Motivation: Ribonucleic acid (RNA) function is inherently linked to its 3D structure, traditionally determined by X-ray crystallography, Nuclear Magnetic Resonance, and Cryo-EM. However, these techniques often lack atomic-level resolution, highlighting the need for accurate in silico RNA structure prediction tools. Current state-of-the-art methods, such as AlphaFold3, Boltz1, RhoFold, or trRosettaRNA, rely on deep learning models that represent residues as frames and use transformers to learn relative positions. While effective for known RNA families, their performance drops for synthetic or novel families.

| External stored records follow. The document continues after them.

// Package job reads a build job file (TOML): its schema, the defaults, and
// where each key stands in the file, so that every problem names the file,
// the line and the key. It turns the job into the libraries' option
// structs and checks them with their own Validate methods, mapping each
// bad field back to the key the user wrote; only the job's own settings
// (net file and unit, supports, bay size, stock names, rates, text) are
// checked here. A job's 0 means 0 where the libraries read a zero field as
// its default: the Explicit functions turn it into the library's constant
// for 0, or report it where the library has none.
//
// Units are those of the keys' names: millimetres (…_mm), degrees (…_deg),
// kilograms per cubic metre, and money per unit for rates.
package job
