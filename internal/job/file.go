package job

import (
	"io"

	"pqfab/quadnet"
)

// ReadFile reads and parses a job file from disk: a regular file (never a
// FIFO or device, which could block) of at most MaxFileBytes.
func ReadFile(path string) (*Job, error) {
	f, err := quadnet.OpenRegular(path)
	if err != nil {
		return nil, err
	}
	defer f.Close()
	data, err := io.ReadAll(io.LimitReader(f, MaxFileBytes+1))
	if err != nil {
		return nil, &quadnet.InputError{File: path, Msg: "read failed: " + err.Error()}
	}
	return Parse(data, path)
}
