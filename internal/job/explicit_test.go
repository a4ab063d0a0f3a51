package job

import (
	"errors"
	"fmt"
	"reflect"
	"strings"
	"testing"

	"pqfab/geom"
	"pqfab/nodes"
	"pqfab/panels"
	"pqfab/quadnet"
)

// TestJobZeros: a job's 0 (and an empty axis) means what it meant before
// the libraries read a zero field as its default: no fairness, type and
// merge tolerances of zero, normal axes, no hub; left out, every key
// gives the libraries' defaults.
func TestJobZeros(t *testing.T) {
	const base = "[net]\nfile = \"n.obj\"\n[[stock]]\nwidth_mm = 6000\nheight_mm = 3210\n"
	j, err := Parse([]byte(base), "job.toml")
	if err != nil {
		t.Fatal(err)
	}
	if got, want := j.PlanarizeOptions(), panels.DefaultPlanarizeOptions(); !reflect.DeepEqual(got, want) {
		t.Errorf("default planarize options %+v, want %+v", got, want)
	}
	if got, want := j.NodeOptions(), nodes.DefaultOptions(); !reflect.DeepEqual(got, want) {
		t.Errorf("default node options %+v, want %+v", got, want)
	}
	if got, want := j.ValidateOptions(), quadnet.DefaultValidateOptions(); got != want {
		t.Errorf("default net checks %+v, want %+v", got, want)
	}
	if got, want := j.PanelTypeOptions(), (panels.TypeOptions{TolMM: panels.DefaultTypeTolMM, AngleTolDeg: panels.DefaultTypeAngleTolDeg}); got != want {
		t.Errorf("default panel types %+v, want %+v", got, want)
	}

	j, err = Parse([]byte("[net]\nfile = \"n.obj\"\nmerge_tol_mm = 0\n[[stock]]\nwidth_mm = 6000\nheight_mm = 3210\n"+
		"[flatness]\nfairness = 0\n[nodes]\naxis = \"\"\nhub_radius_mm = 0\n[types]\nlength_tol_mm = 0\nangle_tol_deg = 0\npanel_tol_mm = 0\n"), "job.toml")
	if err != nil {
		t.Fatal(err)
	}
	if got := j.PlanarizeOptions().Fairness; got != panels.NoFairness {
		t.Errorf("fairness = 0: %g, want panels.NoFairness", got)
	}
	no := j.NodeOptions()
	if no.Axis != nodes.AxisNormal || no.HubRadiusMM != 0 || no.Types != (nodes.TypeOptions{LengthTolMM: nodes.NoTypeTol, AngleTolDeg: nodes.NoTypeTol}) {
		t.Errorf("zeros in [nodes] and [types]: %+v", no)
	}
	// A hub radius of 0 reaches nodes as 0, its default: that must stay
	// no hub, or 0 needs a constant of its own.
	if nodes.DefaultHubRadiusMM != 0 {
		t.Errorf("nodes.DefaultHubRadiusMM is %g: hub_radius_mm = 0 no longer means no hub", nodes.DefaultHubRadiusMM)
	}
	if got := j.PanelTypeOptions(); got.TolMM != panels.NoTypeTol || got.AngleTolDeg != panels.NoTypeTol {
		t.Errorf("panel type tolerances of 0: %+v", got)
	}
	if got := j.ValidateOptions().CoincidentTolMM; got != quadnet.NoTol {
		t.Errorf("merge_tol_mm = 0: %g, want quadnet.NoTol", got)
	}
}

// TestExplicit: the Explicit functions leave options without zeros as
// they are, turn zeros into the libraries' constants, and report a zero
// the library has no setting for, naming the Go field.
func TestExplicit(t *testing.T) {
	po := panels.DefaultPlanarizeOptions()
	if got, err := ExplicitPlanarize(po); err != nil || !reflect.DeepEqual(got, po) {
		t.Errorf("defaults: %+v, %v", got, err)
	}
	po.Fairness = 0
	if got, err := ExplicitPlanarize(po); err != nil || got.Fairness != panels.NoFairness {
		t.Errorf("fairness 0: %+v, %v", got, err)
	}
	no := nodes.DefaultOptions()
	if got, err := ExplicitNodes(no); err != nil || !reflect.DeepEqual(got, no) {
		t.Errorf("defaults: %+v, %v", got, err)
	}
	vo := quadnet.DefaultValidateOptions()
	if got, err := ExplicitValidate(vo); err != nil || got != vo {
		t.Errorf("defaults: %+v, %v", got, err)
	}
	if got, err := ExplicitValidate(quadnet.ValidateOptions{}); err != nil || got != (quadnet.ValidateOptions{CoincidentTolMM: quadnet.NoTol, MinAreaMM2: quadnet.NoBound, MinMedianEdgeMM: quadnet.NoBound, MaxMedianEdgeMM: quadnet.NoBound}) {
		t.Errorf("zeros: %+v, %v", got, err)
	}
	if got, err := ExplicitPanelTypes(panels.TypeOptions{Mirror: true}); err != nil || got != (panels.TypeOptions{TolMM: panels.NoTypeTol, AngleTolDeg: panels.NoTypeTol, Mirror: true}) {
		t.Errorf("zeros: %+v, %v", got, err)
	}
	for _, tc := range []struct {
		err   error
		field string
	}{
		{second(ExplicitPlanarize(panels.PlanarizeOptions{MaxMoveMM: 1, MaxIter: 1})), "TolMM"},
		{second(ExplicitPlanarize(panels.PlanarizeOptions{TolMM: 1, MaxIter: 1})), "MaxMoveMM"},
		{second(ExplicitPlanarize(panels.PlanarizeOptions{TolMM: 1, MaxMoveMM: 1})), "MaxIter"},
		{second(ExplicitNodes(nodes.Options{Section: nodes.Section{DepthMM: 100}})), "Section.WidthMM"},
		{second(ExplicitNodes(nodes.Options{Section: nodes.Section{WidthMM: 100}})), "Section.DepthMM"},
		{second(ExplicitNodes(nodes.Options{Axis: "diagonal", Section: nodes.Section{WidthMM: 60, DepthMM: 100}})), "Axis"},
		{second(ExplicitPanelTypes(panels.TypeOptions{TolMM: -3})), "TolMM"},
		{second(ExplicitValidate(quadnet.ValidateOptions{CoincidentTolMM: 500})), "CoincidentTolMM"},
	} {
		var fe *geom.FieldError
		if !errors.As(tc.err, &fe) || fe.Field != tc.field {
			t.Errorf("got %v, want a FieldError on %s", tc.err, tc.field)
		}
	}
}

func second[T any](_ T, err error) error { return err }

// TestExplicitWording: a value the Explicit functions refuse (0 where the
// library has no zero setting, the library's constant for 0 given as a
// number) is worded as the library words a value out of its range.
func TestExplicitWording(t *testing.T) {
	po, no, vo := panels.DefaultPlanarizeOptions(), nodes.DefaultOptions(), quadnet.DefaultValidateOptions()
	pt := panels.TypeOptions{TolMM: 1, AngleTolDeg: 1}
	for _, tc := range []struct {
		name      string
		given     float64 // refused by the Explicit function
		explicit  func(v float64) error
		libraryOf func(v float64) error // the library's Validate of a value out of range
	}{
		{"TolMM", 0, func(v float64) error { o := po; o.TolMM = v; return second(ExplicitPlanarize(o)) },
			func(v float64) error { o := po; o.TolMM = v; return o.Validate() }},
		{"MaxMoveMM", 0, func(v float64) error { o := po; o.MaxMoveMM = v; return second(ExplicitPlanarize(o)) },
			func(v float64) error { o := po; o.MaxMoveMM = v; return o.Validate() }},
		{"Fairness", panels.NoFairness, func(v float64) error { o := po; o.Fairness = v; return second(ExplicitPlanarize(o)) },
			func(v float64) error { o := po; o.Fairness = v; return o.Validate() }},
		{"MaxIter", 0, func(v float64) error { o := po; o.MaxIter = int(v); return second(ExplicitPlanarize(o)) },
			func(float64) error { o := po; o.MaxIter = -7; return o.Validate() }},
		{"Section.WidthMM", 0, func(v float64) error { o := no; o.Section.WidthMM = v; return second(ExplicitNodes(o)) },
			func(v float64) error { o := no; o.Section.WidthMM = v; return o.Validate() }},
		{"Section.DepthMM", 0, func(v float64) error { o := no; o.Section.DepthMM = v; return second(ExplicitNodes(o)) },
			func(v float64) error { o := no; o.Section.DepthMM = v; return o.Validate() }},
		{"Types.LengthTolMM", nodes.NoTypeTol, func(v float64) error { o := no; o.Types.LengthTolMM = v; return second(ExplicitNodes(o)) },
			func(v float64) error { o := no; o.Types.LengthTolMM = v; return o.Validate() }},
		{"Types.AngleTolDeg", nodes.NoTypeTol, func(v float64) error { o := no; o.Types.AngleTolDeg = v; return second(ExplicitNodes(o)) },
			func(v float64) error { o := no; o.Types.AngleTolDeg = v; return o.Validate() }},
		{"TolMM", panels.NoTypeTol, func(v float64) error { o := pt; o.TolMM = v; return second(ExplicitPanelTypes(o)) },
			func(v float64) error { o := pt; o.TolMM = v; return o.Validate() }},
		{"AngleTolDeg", panels.NoTypeTol, func(v float64) error { o := pt; o.AngleTolDeg = v; return second(ExplicitPanelTypes(o)) },
			func(v float64) error { o := pt; o.AngleTolDeg = v; return o.Validate() }},
		{"CoincidentTolMM", quadnet.NoTol, func(v float64) error { o := vo; o.CoincidentTolMM = v; return second(ExplicitValidate(o)) },
			func(v float64) error { o := vo; o.CoincidentTolMM = v; return o.Validate() }},
		{"MinAreaMM2", quadnet.NoBound, func(v float64) error { o := vo; o.MinAreaMM2 = v; return second(ExplicitValidate(o)) },
			func(v float64) error { o := vo; o.MinAreaMM2 = v; return o.Validate() }},
		{"MinMedianEdgeMM", quadnet.NoBound, func(v float64) error { o := vo; o.MinMedianEdgeMM = v; return second(ExplicitValidate(o)) },
			func(v float64) error { o := vo; o.MinMedianEdgeMM = v; return o.Validate() }},
		{"MaxMedianEdgeMM", quadnet.NoBound, func(v float64) error { o := vo; o.MaxMedianEdgeMM = v; return second(ExplicitValidate(o)) },
			func(v float64) error { o := vo; o.MaxMedianEdgeMM = v; return o.Validate() }},
	} {
		var got, lib *geom.FieldError
		if !errors.As(tc.explicit(tc.given), &got) || got.Field != tc.name {
			t.Errorf("%s = %g: got %v, want a FieldError on %s", tc.name, tc.given, tc.explicit(tc.given), tc.name)
			continue
		}
		const bad = -7.0
		if !errors.As(tc.libraryOf(bad), &lib) || lib.Field != tc.name {
			t.Errorf("%s = %g: the library says %v", tc.name, bad, tc.libraryOf(bad))
			continue
		}
		if g, l := strings.TrimPrefix(got.Msg, fmt.Sprint(tc.given)), strings.TrimPrefix(lib.Msg, fmt.Sprint(bad)); g != l {
			t.Errorf("%s = %g: %q, the library words it %q", tc.name, tc.given, got.Msg, lib.Msg)
		}
	}
}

Results: In this work, we explore the potential of graph neural networks and denoising diffusion probabilistic models for learning interatomic interactions. We model RNA as a graph in a coarse-grained, five-atom representation and evaluate our approach on a dataset of small RNA substructures, known as local RNA descriptors, which recur even in non-homologous structures. Generalization is assessed using a dataset partitioned by RNA family: the training set consists of rRNA and tRNA structures, while the test set includes descriptors from all other families. Our results demonstrate that the proposed method reliably predicts the structures of unseen descriptors and effectively adheres to user-defined constraints, such as Watson-Crick-Franklin interactions.
Availability and implementation: The GraphaRNA source code is available on GitHub (github.com/mjustynaPhD/GraphaRNA); training/test datasets and pre-trained model weights are provided on Zenodo (zenodo.org/records/13750967).